____ Material supplied
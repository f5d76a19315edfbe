"""atticsim: attic thermal simulation with a thermostat-switched ventilation fan.

Python API (the CLI only wraps it)::

    import atticsim
    sc = atticsim.load_scenario("scenarios/heron_lane_bungalow.toml", ["fan.flow=1500 cfm"])
    result = atticsim.simulate(sc, start="2025-07-01", end="2025-07-03")
    result.summary, result.daily, result.timeseries, result.events

Heavy libraries load on first use, so ``import atticsim`` stays light.
"""

from atticsim.version import __version__

__all__ = ["load_scenario", "demo_scenario", "simulate", "__version__"]


def __getattr__(name):
    if name in ("load_scenario", "demo_scenario"):
        from atticsim import scenario

        return getattr(scenario, name)
    if name == "simulate":
        from atticsim.pipeline import simulate

        return simulate
    raise AttributeError(f"module 'atticsim' has no attribute {name!r}")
________
__Problem description__.
Repeat, character for character, the lines from the one that holds "thermostat-switched ventilation fan." to the final line of the material, inclusive, and no other lines.

__Response__.
"""atticsim: attic thermal simulation with a thermostat-switched ventilation fan.

Python API (the CLI only wraps it)::

    import atticsim
    sc = atticsim.load_scenario("scenarios/heron_lane_bungalow.toml", ["fan.flow=1500 cfm"])
    result = atticsim.simulate(sc, start="2025-07-01", end="2025-07-03")
    result.summary, result.daily, result.timeseries, result.events

Heavy libraries load on first use, so ``import atticsim`` stays light.
"""

from atticsim.version import __version__

__all__ = ["load_scenario", "demo_scenario", "simulate", "__version__"]


def __getattr__(name):
    if name in ("load_scenario", "demo_scenario"):
        from atticsim import scenario

        return getattr(scenario, name)
    if name == "simulate":
        from atticsim.pipeline import simulate

        return simulate
    raise AttributeError(f"module 'atticsim' has no attribute {name!r}")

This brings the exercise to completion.